## Input
__________________________________________________
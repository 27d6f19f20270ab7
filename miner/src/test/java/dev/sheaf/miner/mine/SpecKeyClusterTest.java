package dev.sheaf.miner.mine;

import static org.junit.jupiter.api.Assertions.assertEquals;
import static org.junit.jupiter.api.Assertions.assertThrows;

import java.util.ArrayList;
import java.util.List;
import java.util.Optional;
import org.junit.jupiter.api.Test;

/** The cluster record refuses inconsistent counts and empty names. */
class SpecKeyClusterTest {
    private static final SpecKeyCluster.Member WEIGHT = new SpecKeyCluster.Member("Weight", "weight", 3);
    private static final SpecKeyCluster.Member WT = new SpecKeyCluster.Member("Wt.", "weight", 2);

    @Test
    void theCountIsTheSumOfTheMembers() {
        assertEquals(5, new SpecKeyCluster("weight", List.of(WEIGHT, WT), 5, Optional.empty()).count());
        assertThrows(IllegalArgumentException.class, () -> new SpecKeyCluster("weight", List.of(WEIGHT, WT), 6, Optional.empty()));
    }

    @Test
    void aClusterNeedsANameAndMembers() {
        assertThrows(IllegalArgumentException.class, () -> new SpecKeyCluster(" ", List.of(WEIGHT), 3, Optional.empty()));
        assertThrows(IllegalArgumentException.class, () -> new SpecKeyCluster("weight", List.of(), 0, Optional.empty()));
    }

    @Test
    void aMemberWasSeenAtLeastOnce() {
        assertThrows(IllegalArgumentException.class, () -> new SpecKeyCluster.Member("Weight", "weight", 0));
    }

    @Test
    void membersAreCopied() {
        List<SpecKeyCluster.Member> list = new ArrayList<>(List.of(WEIGHT));
        SpecKeyCluster c = new SpecKeyCluster("weight", list, 3, Optional.empty());
        list.add(WT);
        assertEquals(1, c.members().size());
    }
}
__________________________________________________
## Prompt
A word-for-word copy of the entries, from the first line through the line containing "List.of(WEIGHT), 3, Optional.empty()));", is the whole answer.

## Response
repository 27d6f19f20270ab7
filename miner/src/test/java/dev/sheaf/miner/mine/SpecKeyClusterTest.java
package dev.sheaf.miner.mine;

import static org.junit.jupiter.api.Assertions.assertEquals;
import static org.junit.jupiter.api.Assertions.assertThrows;

import java.util.ArrayList;
import java.util.List;
import java.util.Optional;
import org.junit.jupiter.api.Test;

/** The cluster record refuses inconsistent counts and empty names. */
class SpecKeyClusterTest {
    private static final SpecKeyCluster.Member WEIGHT = new SpecKeyCluster.Member("Weight", "weight", 3);
    private static final SpecKeyCluster.Member WT = new SpecKeyCluster.Member("Wt.", "weight", 2);

    @Test
    void theCountIsTheSumOfTheMembers() {
        assertEquals(5, new SpecKeyCluster("weight", List.of(WEIGHT, WT), 5, Optional.empty()).count());
        assertThrows(IllegalArgumentException.class, () -> new SpecKeyCluster("weight", List.of(WEIGHT, WT), 6, Optional.empty()));
    }

    @Test
    void aClusterNeedsANameAndMembers() {
        assertThrows(IllegalArgumentException.class, () -> new SpecKeyCluster(" ", List.of(WEIGHT), 3, Optional.empty()));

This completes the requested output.